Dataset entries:
________________________________________

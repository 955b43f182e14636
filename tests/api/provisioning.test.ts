import request from 'supertest';
import { describe, expect, it } from 'vitest';
import { Radio, Site } from '../../server/models';
import { call, useApi } from '../helpers/api';
import { buildRadio } from '../helpers/factories';
import { planningCast } from '../helpers/planningActors';

const KEY = 'quay-lamp-harbour-8812';

describe('provisioning sheet API', () => {
  const ctx = useApi();

  it('answers 401 signed out, 400 for a bad id, and 404 for a node the caller cannot read', async () => {
    const { outsider, node } = await planningCast(ctx);
    expect((await request(ctx.app).get(`/api/v1/nodes/${node.id}/provisioning`)).status).toBe(401);
    expect((await call(outsider, 'get', '/api/v1/nodes/abc/provisioning')).status).toBe(400);
    expect((await call(outsider, 'get', `/api/v1/nodes/${node.id}/provisioning`)).status).toBe(404);
  });

  it('gives the neighbourhood’s operator and admins the key, with every setting for the router', async () => {
    const { op, admin, node } = await planningCast(ctx);
    const r = await buildRadio({ nodeId: node.id });
    await Radio.update({ preSharedKey: KEY, ssid: 'quay-ap' }, { where: { id: r.id } });
    await call(admin, 'put', `/api/v1/address-plans/${node.id}`, {
      cidr: '10.64.7.0/24',
      gateway: '10.64.7.1',
      dhcpStart: '10.64.7.11',
      dhcpEnd: '10.64.7.254',
    });
    for (const who of [op, admin]) {
      const res = await call(who, 'get', `/api/v1/nodes/${node.id}/provisioning`);
      expect(res.status).toBe(200);
      expect(res.headers['cache-control']).toBe('no-store');
      expect(res.body.data.radios[0]).toMatchObject({
        iface: 'wlan0',
        band: '5',
        channel: 36,
        centerMHz: 5180,
        channelWidthMHz: 40,
        ssid: 'quay-ap',
        encryption: 'wpa2-ccmp',
        preSharedKey: KEY,
      });
      // EIRP = Ptx + G − L (REFERENCES.md "Link budget"): 18 + 23 − 0
      expect(res.body.data.radios[0].eirpDbm).toBe(41);
      expect(res.body.data.addresses).toMatchObject({
        cidr: '10.64.7.0/24',
        netmask: '255.255.255.0',
        gateway: '10.64.7.1',
        broadcast: '10.64.7.255',
        dhcpStart: '10.64.7.11',
        dhcpEnd: '10.64.7.254',
      });
      expect(res.body.data.node.reportIntervalS).toBe(60);
      expect(res.body.data.agent.scriptPath).toBe('/agent/parapet-agent.sh');
    }
  });

  it('never sends the key to the node’s host, who still gets the sheet', async () => {
    const { host, node } = await planningCast(ctx);
    await Site.update({ hostUserId: host.userId }, { where: { id: node.siteId } });
    const r = await buildRadio({ nodeId: node.id });
    await Radio.update({ preSharedKey: KEY }, { where: { id: r.id } });
    const res = await call(host, 'get', `/api/v1/nodes/${node.id}/provisioning`);
    expect(res.status).toBe(200);
    expect(JSON.stringify(res.body)).not.toContain(KEY);
    expect(res.body.data.radios[0]).not.toHaveProperty('preSharedKey');
    expect(res.body.data.radios[0].hasPreSharedKey).toBe(true);
    expect(res.body.data.abilities.readKeys).toBe(false);
  });

  it('never sends a key through the radios, links or topology answers either', async () => {
    const { op, node } = await planningCast(ctx);
    const r = await buildRadio({ nodeId: node.id });
    await Radio.update({ preSharedKey: KEY }, { where: { id: r.id } });
    for (const url of ['/api/v1/radios', `/api/v1/radios/${r.id}`, '/api/v1/topology', '/api/v1/security-review']) {
      const res = await call(op, 'get', url);
      expect(res.status).toBe(200);
      expect(JSON.stringify(res.body)).not.toContain(KEY);
    }
  });
});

________________________________________

Exercise directions: Lines with "import": return each one from the data above.

Task solution:
import request from 'supertest';
import { describe, expect, it } from 'vitest';
import { Radio, Site } from '../../server/models';
import { call, useApi } from '../helpers/api';
import { buildRadio } from '../helpers/factories';
import { planningCast } from '../helpers/planningActors';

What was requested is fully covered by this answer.